IJN and USN carrier doctrine were not the same in many matters. Nor were the national charachters the same. For instance, the size of the "islands" on the IJN carriers were quite small and had a single "bridge" that was quite cramped. The Admirals staff and the captains staff were often co-mingling because of this. Think that has an effect on the conduct of a battle as compared to the roomier US "islands" that had seperate bridges for the admirals and captains? Read the book and find out!


----------



## timshatz (May 23, 2006)

Good post syscom.


----------



## syscom3 (Aug 5, 2006)

I've reread this book a few times and heres some interesting tidbits.

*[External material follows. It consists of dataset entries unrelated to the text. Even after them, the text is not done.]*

def _motor_runs(motor_ix):
    """(first row of each run of one motor, run lengths) of a chunk."""
    starts = np.flatnonzero(np.r_[True, motor_ix[1:] != motor_ix[:-1]])
    return starts, np.diff(np.r_[starts, len(motor_ix)])


def _cold_rise(env, c, t_sq, usable, motor_maps=None):
    """Peak winding rise per (N·m)² of T_em², (N,), NaN where unusable: the network is linear, so the
    rise under the losses at ambient is this times R(Ta)/Kt(Ta)².  ``t_sq`` is (S, N)."""
    n = t_sq.shape[1]
    rth = c["thermal_resistance_winding_housing"] + c["thermal_resistance_housing_ambient"]
    out = np.full(n, np.nan)
    if env.mode == "points":
        cont = env.continuous
        worst = np.max(t_sq[cont], axis=0) if cont.any() else np.zeros(n)
        return np.where(usable, worst * rth, np.nan)
    dur = env.duration
    mean_rule = env.repeat & (env.period < SHORT_PERIOD * c["thermal_time_constant_winding"])
    if mean_rule.any():
        pick = usable & mean_rule
        out[pick] = ((dur @ t_sq) / env.period * rth)[pick]
    net = usable & ~mean_rule
    if not net.any():
        return out
    whole = bool(net.all())
    ix = slice(None) if whole else np.flatnonzero(net)
    sub = t_sq if whole else t_sq[:, ix]
    mix = c["motor_ix"][ix]
    starts, runs = _motor_runs(mix)
    first = np.arange(n)[ix][starts]
    if motor_maps is not None:      # built once for every motor of the catalogue
        maps = NetworkMaps(*(a[mix[starts]] if a.ndim > 1 else a for a in motor_maps))
    else:
        maps = network_capacity_maps(dur, *(c[k][first] for k in THERMAL_NETWORK_FIELDS), periodic=bool(env.repeat))
    regular = bool(np.all(runs == runs[0]))
    fits = len(starts) * (len(dur) + 1) * len(dur) * 8 <= RESPONSE_BYTES
    if motor_maps is not None and regular and fits:   # a regular block: one matmul per motor
        # (built here for the chunk's few motors: small arrays, reused memory)
        peak = network_peak_rise_grid(sub.reshape(len(dur), len(starts), int(runs[0])),
                                      network_response(maps)).reshape(-1)
    elif regular:     # a regular block (motor × ratios): the maps broadcast, no gather
        grid = NetworkMaps(*(a[:, None] if a.ndim > 1 else a for a in maps))
        peak = network_peak_rise(sub.reshape(len(dur), len(starts), int(runs[0])), grid,
                                 segments_first=True).reshape(-1)
    else:
        owner = np.repeat(np.arange(len(starts)), runs)
        peak = network_peak_rise(sub, NetworkMaps(*(a[owner] if a.ndim > 1 else a for a in maps)),
                                 segments_first=True)
    out[ix] = peak
    return out


def _argmax_rows(a, top):
    """Index of the first row of ``a`` (S, N) equal to ``top`` (its column maxima), per column."""
    idx = np.zeros(a.shape[1], dtype=np.intp)
    for k in range(a.shape[0] - 1, -1, -1):   # ascending order wins: the loop runs backwards
        idx[a[k] == top] = k
    return idx


def _quiet(func):
    """Run ``func`` with numpy's floating-point warnings off (in the thread that runs it: the
    setting is per thread).  Extreme datasheet values (1e300 N·m) overflow to inf and fail their
    checks; numpy's warnings about it would only reach the user's terminal as noise."""
    import functools

    @functools.wraps(func)
    def quiet(*args, **kwargs):
        with np.errstate(all="ignore"):
            return func(*args, **kwargs)

    return quiet


@_quiet
def evaluate(env, c: dict, detail: bool = False, energy: bool = True, seg: dict | None = None,
             where: bool = True) -> dict:
    """Evaluate one chunk of candidates.

    Parameters
    ----------
    env : Envelope
        The load envelope (SI).
    c : dict
        Candidate arrays of one chunk (keys :data:`EVAL_KEYS`, see
        :class:`~catalog.select.candidates.Candidates`).
    detail : bool
        Also return the (N, S) segment arrays (for explanations).
    energy : bool
        Also compute the energy per cycle (else NaN; a selection computes it
        for the rows it shows).
    seg : dict, optional
        The shared segment arrays of ``env`` (computed when not given).
    where : bool
        Also say where the worst values occur (``*_seg``, ``voltage_speed``,
        ``voltage_hot``: only the texts need them; without, they are absent).

    Returns
    -------
    dict
        Per candidate: ``winding_temperature`` [K] (NaN without thermal data,
        inf at runaway), ``runaway`` [-], ``thermal_missing`` [-],
        ``rms_current``/``peak_current`` [A], ``voltage_need``/``voltage_speed``
        (worst segment's needed voltage [V] and motor speed there [rad/s]),
        ``motor_speed`` [rad/s], ``gear_out_peak``/``gear_out_rms`` [N·m],
        ``energy_per_cycle`` [J], segment indices ``*_seg`` and, with
        ``detail``, arrays ``seg_*`` of shape (N, S).

    Notes
    -----
    Arrays are laid out segments first, (S, N), so that every per-segment
    step works on contiguous rows; the torque and voltage of every segment
    are one small matrix product each, since both are linear in a handful of
    per-candidate coefficients.
    """
    seg = _segments(env) if seg is None else seg
    n = len(c["terminal_resistance"])
    # kernel symbols (glossary in DEVELOPERS.md): R, Kt, Ke at the reference temperature t_ref, β
    R, Kt, Ke = c["terminal_resistance"], c["torque_constant"], c["back_emf_constant"]
    t_ref, beta = c["resistance_reference_temperature"], c["magnet_coefficient"]
    ta = env.ambient_temperature
    ratio, eta = c["ratio"], c["efficiency"]
    back = eta if env.back_drive else 1.0 / eta
    # T_em = (J + Jg)·n·α + T_out/(n·η) (driving) or T_out·η/n (back-driven) + Tf·sign(ω): linear in 4 terms
    n_seg = len(seg["w0"])
    coef = _buffer("coef", (4, n))
    np.multiply(c["rotor_inertia"] + c["gear_inertia"], ratio, out=coef[0])
    np.divide(1.0, ratio * eta, out=coef[1])
    np.divide(back, ratio, out=coef[2])
    coef[3] = c["friction_torque"]
    t_em = np.matmul(seg["basis"], coef, out=_buffer("t_em", (n_seg, n)))   # (S, N)
    t_sq = np.multiply(t_em, t_em, out=_buffer("t_sq", (n_seg, n)))

    # cold constants and the losses at ambient
    r_amb = resistance_at_temperature(R, ta, t_ref)
    kt_amb = torque_constant_at_temperature(Kt, ta, beta, t_ref)
    ke_amb = torque_constant_at_temperature(Ke, ta, beta, t_ref)
    fields = THERMAL_FIELDS + (CYCLE_THERMAL_FIELDS if env.mode == "cycle" else ())
    missing = np.zeros(n, bool)
    for name in fields:
        missing |= np.isnan(c[name])
    usable = ~missing & (r_amb > 0) & (kt_amb > 0)
    rise = _cold_rise(env, c, t_sq, usable, seg.get("motor_maps")) * (r_amb / (kt_amb * kt_amb))
    # the hot fixed point: R and Kt at the peak winding temperature
    slope_r = resistance_at_temperature(R, ta + 1.0, t_ref) - r_amb
    slope_k = torque_constant_at_temperature(Kt, ta + 1.0, beta, t_ref) - kt_amb
    hot = hot_winding_rise(rise, slope_r / r_amb, slope_k / kt_amb)
    runaway = usable & np.isinf(hot)
    fallback = np.where(np.isnan(c["max_winding_temperature"]), FALLBACK_TEMPERATURE, c["max_winding_temperature"])
    tw_eval = np.where(usable & ~runaway, ta + hot, fallback)
    reported = np.where(missing, np.nan, np.where(runaway, np.inf, ta + hot))
    r_hot = resistance_at_temperature(R, tw_eval, t_ref)
    kt_hot = torque_constant_at_temperature(Kt, tw_eval, beta, t_ref)
    ke_hot = torque_constant_at_temperature(Ke, tw_eval, beta, t_ref)

    # needed voltage: |R/Kt·T_em + Ke·n·ω| at the segment ends = |… at the mid speed| + Ke·n·|Δω|/2
    need, worse = None, None
    spread = _buffer("spread", (n_seg, n))
    for corner, (r, kt, ke) in enumerate(((r_amb, kt_amb, ke_amb), (r_hot, kt_hot, ke_hot))):
        emf = ke * ratio
        terms = _buffer("terms", (5, n))
        np.multiply(coef, r / kt, out=terms[:4])
        terms[4] = emf
        v = np.matmul(seg["voltage_basis"], terms, out=_buffer(("need", "v")[corner], (n_seg, n)))  # at mid speed
        np.abs(v, out=v)
        v += np.multiply.outer(seg["half_span"], emf, out=spread)
        if need is None:
            need = v
        else:
            worse = v >= need if detail else None
            np.fmax(need, v, out=need)
    need_w = np.fmax.reduce(need, axis=0)                              # NaN (no constants) never wins
    avail = env.available_voltage
    sq_top = np.maximum.reduce(t_sq, axis=0)
    peak_current = np.sqrt(sq_top) / kt_hot
    found = {}
    if where:
        rows = np.arange(n)
        v_seg = _argmax_rows(need, need_w)
        t_w = t_em[v_seg, rows]
        corners = [(r / kt * t_w, ke * ratio) for r, kt, ke in ((r_amb, kt_amb, ke_amb), (r_hot, kt_hot, ke_hot))]
        w0, w1 = seg["w0"][v_seg], seg["w1"][v_seg]
        ends = [[np.abs(drop + emf * w) for w in (w0, w1)] for drop, emf in corners]
        found = {"voltage_seg": v_seg, "voltage_hot": np.fmax(*ends[1]) >= np.fmax(*ends[0]),
                 "voltage_speed": ratio * np.where(np.fmax(ends[0][0], ends[1][0]) >= np.fmax(ends[0][1], ends[1][1]),
                                                   np.abs(w0), np.abs(w1)),
                 "peak_current_seg": _argmax_rows(t_sq, sq_top), "speed_seg": np.full(n, seg["speed_seg"]),
                 "gear_out_seg": np.full(n, seg["gear_out_seg"])}
    if env.mode == "cycle":
        i_rms = np.sqrt((env.duration @ t_sq) / env.period) / kt_hot
    else:
        cont = env.continuous
        i_rms = (np.sqrt(np.max(t_sq[cont], axis=0)) / kt_hot) if cont.any() else np.zeros(n)
    e = np.full(n, np.nan)
    if energy and env.mode == "cycle":
        i_hot = (t_em / kt_hot).T
        i_abs = np.abs(i_hot)
        drop = (t_em * (r_hot / kt_hot)).T
        emf = (ke_hot * ratio)[:, None]
        vh0, vh1 = drop + emf * seg["w0"], drop + emf * seg["w1"]
        e = energy_per_cycle(vh0 * i_hot + env.drive_voltage_drop * i_abs, env.duration,
                             vh1 * i_hot + env.drive_voltage_drop * i_abs, regenerative=env.regenerative)
    out = {
        "winding_temperature": reported, "runaway": runaway, "thermal_missing": missing, "voltage_temperature": tw_eval,
        "rms_current": i_rms, "peak_current": peak_current,
        "voltage_margin": (avail - need_w) / avail, "voltage_need": need_w,
        "motor_speed": ratio * seg["w_abs_max"],
        "gear_out_peak": np.full(n, seg["t_out_abs"][seg["gear_out_seg"]]),
        "gear_out_rms": np.full(n, seg["out_rms"]), "energy_per_cycle": e, **found,
    }
    if detail:   # copies: the scratch arrays are used again by the next chunk
        t_m = t_em - np.multiply.outer(seg["friction_sign"], c["friction_torque"])
        out.update(seg_motor_torque=t_m.T.copy(), seg_em_torque=t_em.T.copy(), seg_current=(t_em / kt_hot).T,
                   seg_voltage=need.T.copy(), seg_speed_start=np.multiply.outer(ratio, seg["w0"]),
                   seg_speed_end=np.multiply.outer(ratio, seg["w1"]),
                   seg_gear_torque=np.broadcast_to(seg["t_out_abs"], (n, len(seg["w0"]))),
                   seg_hot_worse=worse.T.copy())
    return out


def _chunk_starts(motor_ix, total: int, size: int = CHUNK) -> list:
    """Chunk boundaries near every ``size`` rows, moved to the start of a motor's run (so a
    regular block of motor × ratios stays whole and its thermal maps broadcast); a motor with
    more than ``size`` candidates is split, so no chunk holds more than ``size``."""
    if total <= size:
        return [0]
    run_starts = np.flatnonzero(np.r_[True, motor_ix[1:] != motor_ix[:-1]])
    cuts = np.searchsorted(run_starts, np.arange(0, total, size))
    starts = np.unique(run_starts[np.minimum(cuts, len(run_starts) - 1)])
    bounds = np.r_[starts, total]
    if np.all(np.diff(bounds) <= size):
        return [int(s) for s in starts]
    return [int(s) for lo, hi in zip(bounds[:-1], bounds[1:]) for s in range(lo, hi, size)]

The Aleutions Operation was a diversion.
Thats a falsity on two accounts. First is the obvious. If its a diversion, why did the operation start at the same time as the Midway operation? For it to have been a diversion, it should have started at least a week sooner so as to get the US fleet out to sea. Second, the Imperial staff decided that this was actually going to be an important campaign. If you look at a map, the Aleutions are not to many sea miles or air miles between the two countries. Of course no one really gave thought to how it would be that strategic of a place if the weather conditions were horrible at best.

Another interesting aspect of the Midway operation was the horrible staff planning and wargaming in the IJN. There was a definate dislike between the Yamamoto "clique" and the Imperial Navy General Staff. Yamamoto was making his moves using the "my way or I will resign" way of negotiating. And it was wearing thin. At the staff planning and the war gaming excersizes, even some member of his staff saw the folly in the operation, but felt powerless to tell Yamamoto their thoughts.

To top it off, during war gaming, there were two occasions where the "US" scored heavily against the combined fleet carriers and inflicted severe loss's. On one of these scenarios, the damage was reversed because the USN was not expected to flank the carrier group (which in real life they did) and the other scenario was changed because too many bombs landed on a carrier. The umpire said "not likely". Some Japanese analysts (postwar) commented that the Midway operation was Japans best planned defeat.


----------